- **Collected data entries**

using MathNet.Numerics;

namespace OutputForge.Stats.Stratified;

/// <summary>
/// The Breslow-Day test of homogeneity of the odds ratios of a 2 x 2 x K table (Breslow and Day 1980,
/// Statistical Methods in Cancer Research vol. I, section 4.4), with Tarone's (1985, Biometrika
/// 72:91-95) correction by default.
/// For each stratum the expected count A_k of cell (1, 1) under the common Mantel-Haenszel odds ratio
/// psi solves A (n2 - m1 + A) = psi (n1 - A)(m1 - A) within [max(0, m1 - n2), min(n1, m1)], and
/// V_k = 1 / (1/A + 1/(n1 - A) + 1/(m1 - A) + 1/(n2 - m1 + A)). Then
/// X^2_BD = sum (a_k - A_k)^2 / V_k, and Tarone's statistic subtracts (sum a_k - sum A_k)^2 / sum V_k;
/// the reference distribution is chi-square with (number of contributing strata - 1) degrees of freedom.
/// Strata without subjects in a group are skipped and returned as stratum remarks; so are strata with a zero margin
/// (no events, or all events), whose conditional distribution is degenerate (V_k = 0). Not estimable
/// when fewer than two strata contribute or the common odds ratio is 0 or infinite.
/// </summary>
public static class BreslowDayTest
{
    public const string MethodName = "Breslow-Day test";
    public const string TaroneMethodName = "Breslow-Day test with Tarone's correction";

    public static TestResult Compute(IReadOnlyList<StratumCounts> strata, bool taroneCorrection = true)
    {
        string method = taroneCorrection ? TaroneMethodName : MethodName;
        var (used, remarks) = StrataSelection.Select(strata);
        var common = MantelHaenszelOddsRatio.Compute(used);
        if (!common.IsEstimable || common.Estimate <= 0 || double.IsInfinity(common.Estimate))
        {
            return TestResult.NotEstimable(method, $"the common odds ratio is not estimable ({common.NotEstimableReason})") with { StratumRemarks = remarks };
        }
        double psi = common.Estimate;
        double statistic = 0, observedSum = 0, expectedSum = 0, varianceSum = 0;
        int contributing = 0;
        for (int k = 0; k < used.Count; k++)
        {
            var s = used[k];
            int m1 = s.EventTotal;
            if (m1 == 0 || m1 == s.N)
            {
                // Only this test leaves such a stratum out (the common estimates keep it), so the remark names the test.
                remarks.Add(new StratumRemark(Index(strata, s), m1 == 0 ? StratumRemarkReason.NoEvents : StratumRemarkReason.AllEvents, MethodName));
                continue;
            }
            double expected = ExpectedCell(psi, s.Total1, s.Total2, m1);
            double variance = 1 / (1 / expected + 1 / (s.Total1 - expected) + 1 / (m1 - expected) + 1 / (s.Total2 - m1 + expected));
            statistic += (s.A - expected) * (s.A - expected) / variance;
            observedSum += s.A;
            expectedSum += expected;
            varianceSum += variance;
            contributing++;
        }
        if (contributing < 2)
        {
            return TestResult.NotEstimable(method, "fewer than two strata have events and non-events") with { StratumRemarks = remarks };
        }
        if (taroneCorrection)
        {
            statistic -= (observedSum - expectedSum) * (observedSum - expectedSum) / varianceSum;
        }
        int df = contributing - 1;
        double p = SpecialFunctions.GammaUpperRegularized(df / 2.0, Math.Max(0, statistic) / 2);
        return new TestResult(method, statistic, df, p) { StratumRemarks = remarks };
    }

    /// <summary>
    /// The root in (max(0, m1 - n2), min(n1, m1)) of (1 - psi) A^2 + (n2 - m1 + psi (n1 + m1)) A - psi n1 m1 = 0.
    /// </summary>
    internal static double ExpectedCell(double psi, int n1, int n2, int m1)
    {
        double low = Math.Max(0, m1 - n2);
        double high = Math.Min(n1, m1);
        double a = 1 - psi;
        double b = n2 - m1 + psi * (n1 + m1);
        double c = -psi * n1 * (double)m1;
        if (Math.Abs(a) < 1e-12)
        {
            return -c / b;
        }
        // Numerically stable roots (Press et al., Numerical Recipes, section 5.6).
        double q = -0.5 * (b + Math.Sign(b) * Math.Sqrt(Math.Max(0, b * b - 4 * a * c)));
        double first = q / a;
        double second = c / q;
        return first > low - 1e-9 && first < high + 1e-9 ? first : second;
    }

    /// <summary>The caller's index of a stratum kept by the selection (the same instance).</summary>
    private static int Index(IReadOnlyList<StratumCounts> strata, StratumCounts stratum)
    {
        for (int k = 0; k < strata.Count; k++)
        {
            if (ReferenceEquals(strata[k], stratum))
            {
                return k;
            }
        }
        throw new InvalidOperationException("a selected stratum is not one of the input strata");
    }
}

- **How to complete this task**
Respond with the number of lines in the entries that include the string "summary", and nothing besides.

- **Solution to this exercise**
5